2

Role of Metal Ions in Brain Function, Metal Transport, Storage and Homoeostasis

2.1 Introduction - The Importance of Metal Ions in Brain Function

Organic molecules, based on the elements C, H, N and O, such as amino acids, carbohydrates, lipids and their constituent fatty acids, purines and pyrimidine bases and the polymers made out of them, proteins, polysaccharides and the nucleic acids RNA and DNA, are extremely important for living organisms. However, in order to fulfil a series of important functions such as energy production, nerve transmission, muscle contraction and oxygen transport, metal ions are also absolutely essential. They include the alkali and alkaline earth metals potassium, sodium, calcium and magnesium together with the transition metals cobalt, copper, iron, manganese, zinc and a few others. Some of these metal ions are particularly important for brain function, and the term metalloneurochemistry has been proposed to describe the study of metal ions in the brain and the nervous system at the molecular level (Burdette and Lippard, 2003).

Na+ and K+ play a crucial role in the transmission of nervous impulses. The opening and closing of ion channels generates electrochemical gradients across the plasma membranes of neurons. As we will see shortly, nerve impulses are propagated by action potentials which result from a transient increase in the permeability of the membrane to Na+ rapidly followed by a transient increase in its permeability to K+. The determination of high-resolution X-ray structures of the K+ ion channel has allowed us to understand how it selectively filters completely dehydrated K+ ions, but not the smaller Na+ ions.

Within most cells, including nerve cells, fluxes of Ca2+ ions play an important role in signal transduction. Ca2+ channels mediate Ca2+ influx into neurons in response to membrane depolarization, mediating a wide range of intracellular processes such as activation of calcium-dependent enzymes, gene transcription and neurotransmitter exocytosis/secretion. Their activity is an essential requirement for the coupling of electric signals in the neuronal plasma membrane to physiological events within the cells.

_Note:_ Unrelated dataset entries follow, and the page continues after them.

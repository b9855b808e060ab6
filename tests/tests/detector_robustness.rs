//! No input makes the detector panic or emit a non-finite phasor: NaN,
//! infinities, full-scale codes, zeros and DC are counted and flagged. Every
//! readout of every case is checked against counts made here from the frames of
//! its interval: non-finite samples, clipped samples (at or beyond full scale),
//! samples, and the flags they raise.
//!
//! Cases: the number given below for a plain `cargo test`; `PROPTEST_CASES` overrides
//! it (the `proptest!` macro lays the environment over its config), and CI sets 10 000.

use proptest::prelude::*;
use undertone_dsp::detect::input::InputScale;
use undertone_dsp::phasor::Phasor;
use undertone_dsp::{Beacon, Detection, Detector, DetectorKind, DetectorSettings, Flags, C32};
use undertone_tests::ALL_KINDS;

fn any_f32() -> impl Strategy<Value = f32> {
    prop_oneof![
        Just(f32::NAN),
        Just(f32::INFINITY),
        Just(f32::NEG_INFINITY),
        Just(f32::MAX),
        Just(f32::MIN),
        Just(0.0),
        Just(1.0),
        Just(-1.0),
        -2.0f32..2.0,
        any::<f32>(),
    ]
}

fn kinds() -> impl Strategy<Value = DetectorKind> {
    prop::sample::select(ALL_KINDS.to_vec())
}

/// 4 kHz, 50 readouts/s, 40 Hz: the longest block (Blackman–Harris) is 201 samples.
fn settings(kind: DetectorKind, beacon: Beacon) -> DetectorSettings {
    DetectorSettings { sample_rate_hz: 4_000.0, beacon, bandwidth_hz: 40.0, kind, readout_rate_hz: 50.0 }
}

/// Enough repeats of `len` frames for several readouts (400 samples at least).
fn repeats(len: usize, repeat: usize) -> usize {
    repeat.max(400usize.div_ceil(len))
}

/// Check one readout against the frames of its interval: `non_finite[c]` and
/// `clipped[c]` are the counts expected per channel. An accumulator overflow (a sum
/// beyond the f32 range) is counted once more on channel 0 and zeroes the phasors.
fn check_readout<const N: usize>(
    det: &Detector<N>,
    d: &Detection<N>,
    samples: usize,
    non_finite: &[u32; N],
    clipped: &[u32; N],
) -> Result<(), TestCaseError> {
    for c in 0..N {
        prop_assert!(d.phasors[c].is_finite(), "{:?}", d.phasors);
        prop_assert!(d.noise_sigma[c].is_finite() && d.noise_sigma[c] >= 0.0);
        prop_assert_eq!(d.stats.clipped[c], clipped[c], "clipped on channel {}", c);
    }
    prop_assert!(d.freq_offset_hz.is_finite());
    prop_assert_eq!(d.stats.samples as usize, samples);
    prop_assert_eq!(&d.stats.non_finite[1..], &non_finite[1..]);
    let overflow = d.stats.non_finite[0] == non_finite[0] + 1;
    prop_assert!(overflow || d.stats.non_finite[0] == non_finite[0], "non-finite {:?} expected {:?}", d.stats.non_finite, non_finite);
    if overflow {
        prop_assert!(d.phasors.iter().all(|p| *p == C32::ZERO));
    }
    prop_assert_eq!(d.flags.contains(Flags::NON_FINITE), overflow || non_finite.iter().any(|&k| k > 0));
    prop_assert_eq!(d.flags.contains(Flags::CLIPPED), clipped.iter().any(|&k| k > 0));
    let elapsed = ((d.sample_index + 1) as f64 / det.info().sample_rate_hz as f64) as f32;
    prop_assert_eq!(d.flags.contains(Flags::SETTLING), elapsed < det.info().settle_99_s);
    prop_assert_eq!(d.flags.contains(Flags::MAINS), det.mains().flagged());
    Ok(())
}

proptest! {
    #![proptest_config(ProptestConfig::with_cases(64))]

    /// f32 frames: a sample counts as non-finite when NaN or infinite, as clipped when
    /// finite and at or beyond full scale (1.0 here); the input stage saturates at full
    /// scale, so no sum can overflow.
    #[test]
    fn float_frames_are_counted_and_flagged_in_every_readout(
        kind in kinds(),
        frames in prop::collection::vec(prop::array::uniform4(any_f32()), 1..64),
        repeat in 1usize..40,
    ) {
        let mut det = Detector::<4>::new(&settings(kind, Beacon::Hz512), InputScale::unity(24)).unwrap();
        let (mut nf, mut cl, mut samples, mut readouts) = ([0u32; 4], [0u32; 4], 0usize, 0);
        for _ in 0..repeats(frames.len(), repeat) {
            for f in &frames {
                for c in 0..4 {
                    nf[c] += !f[c].is_finite() as u32;
                    cl[c] += (f[c].is_finite() && f[c].abs() >= 1.0) as u32;
                }
                samples += 1;
                if let Some(d) = det.push(f) {
                    check_readout(&det, &d, samples, &nf, &cl)?;
                    prop_assert_eq!(d.stats.non_finite, nf, "f32 input cannot overflow");
                    (nf, cl, samples) = ([0; 4], [0; 4], 0);
                    readouts += 1;
                }
            }
        }
        prop_assert!(readouts >= 1);
    }

    /// Raw codes through the board's path (`push_codes_block`), any i32 and any scale:
    /// clipped at or beyond ±(2^23 − 1); a scaled code beyond the f32 range is
    /// non-finite (counted per sample by the block detector; the lock-in scales whole
    /// boxcar sums, and an overflow there is counted once and zeroes the readout).
    #[test]
    fn code_frames_are_counted_and_flagged_in_every_readout(
        kind in kinds(),
        codes in prop::collection::vec(prop::array::uniform2(prop_oneof![Just(i32::MAX), Just(i32::MIN), Just(8_388_607), Just(-8_388_607), Just(-8_388_608), Just(8_388_606), Just(0), any::<i32>()]), 1..32),
        scale in prop_oneof![Just(1.0f32), Just(1e-30f32), Just(1e30f32), Just(f32::MAX)],
        chunk in 1usize..300,
        repeat in 1usize..40,
    ) {
        let mut input = InputScale::unity(24);
        input.scale = [scale; 2];
        let mut det = Detector::<2>::new(&settings(kind, Beacon::Hz640), input).unwrap();
        let stream: Vec<[i32; 2]> = codes.iter().cycle().take(codes.len() * repeats(codes.len(), repeat)).copied().collect();
        let mut outs = Vec::new();
        for part in stream.chunks(chunk) {
            det.push_codes_block(part, |d| outs.push(d));
        }
        prop_assert!(!outs.is_empty());
        let mut from = 0usize;
        for d in &outs {
            let span = &stream[from..=d.sample_index as usize];
            let clipped: [u32; 2] = std::array::from_fn(|c| span.iter().filter(|f| f[c] >= 8_388_607 || f[c] <= -8_388_607).count() as u32);
            let non_finite: [u32; 2] = std::array::from_fn(|c| match kind {
                DetectorKind::Block { .. } => span.iter().filter(|f| !(f[c] as f32 * scale).is_finite()).count() as u32,
                DetectorKind::LockIn { .. } => 0,
            });
            check_readout(&det, d, span.len(), &non_finite, &clipped)?;
            from = d.sample_index as usize + 1;
        }
    }
}

#[test]
fn dc_and_zeros_give_no_tone() {
    let s = DetectorSettings::new(48_000.0, Beacon::Hz512);
    let mut det = Detector::<2>::new(&s, InputScale::unity(16)).unwrap();
    let mut last = None;
    for _ in 0..96_000 {
        if let Some(d) = det.push_codes(&[12_000, 0]) {
            last = Some(d);
        }
    }
    let d = last.unwrap();
    // DC is 512 Hz from the tone: the response model puts the lock-in's gain there below
    // 1e-6 (checked against measurement in lockin_response.rs).
    assert!(det.response(-512.0) < 1e-6);
    assert!(d.phasors[0].magnitude() < 12_000.0 * 1e-6, "{:?}", d.phasors);
    assert_eq!(d.phasors[1].magnitude(), 0.0);
    assert!(!d.flags.contains(Flags::CLIPPED));
    assert_eq!(d.stats.clipped, [0, 0]);
}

Another metal ion that has been implicated considerably in brain function is Zn2+. In mammalian brain, the vast majority of zinc is tightly bound within zinc metalloproteins in neurons and glial cells as a structural or as a catalytic co-factor. However, approximately 10% of the total zinc, probably ionic zinc, is less tightly bound and is mainly localized within the synaptic vesicles of the forebrain, in a subset of glutamatergic axon terminals, as we will see shortly. When hippocampal fibres are stimulated, large amounts of Zn are co-released with glutamate and it could be that this synaptic pool of Zn functions as a neuromodulator.

Redox metal ions also play an important role in brain function. Metalloenzymes containing these metals play extremely important roles in a number of key metabolic pathways within nervous tissues, They are, for example, involved in neurotransmitter synthesis (the Fe enzyme, tyrosine hydroxylase in the formation of DOPA from tyrosine and the Cu enzyme dopamine ß-hydroxylase which transforms dopamine to nor-adrenaline) and in neuroprotection (the Cu/Zn superoxide dismutase in cytosol and the Mn superoxide dismutase in mitochondria). However, as we will see in later chapters, the presence of any of these redox-active metals in excess within localized regions of the central nervous system (CNS) frequently spells disaster, with associated neurodegeneration.

2.2 Sodium, Potassium and Calcium Channels and Pumps

Nerve impulses consist of a wave of transient membrane depolarization/re-polarization which traverses the nerve cell and is designated an action potential. In their Nobel Prize-winning studies1 to uncover the ionic mechanism of action potentials, Alan Hodgkin and Andrew Huxley carried out experiments on the giant axon of the squid (Hodgkin and Huxley, 1952). The large diameter of the axon (up to 1 mm, typically 0.5 mm) allowed them to insert voltage clamp electrodes inside the lumen of the axon and measure the action potential (Figure 2.1a). The depolarization is caused by the transient opening of Na+ channels resulting in an influx of 3.7 pmol/cm2 of Na+ (Figure 2.1b). This is offset by a more prolonged influx of 4.3 pmol/cm2 of K+ which begins a fraction of a millisecond later. The outcome is that in the first ~0.5 ms, the membrane potential increases from the resting potential of around -60 mV to about +30 mV. The Na+ channels now become refractory and no more Na+ enters the cell, while K+ channels remain open, causing a rapid repolarization, which allows the membrane potential to overshoot the resting potential (hyperpolarization) before the K+ channels also inactivate, allowing the membrane to recover to its initial value. The voltage-gated Na+ and K+ ion channels across the axonal membranes create the action potentials (essentially electrochemical gradients) which allow information transfer and also regulate cellular function.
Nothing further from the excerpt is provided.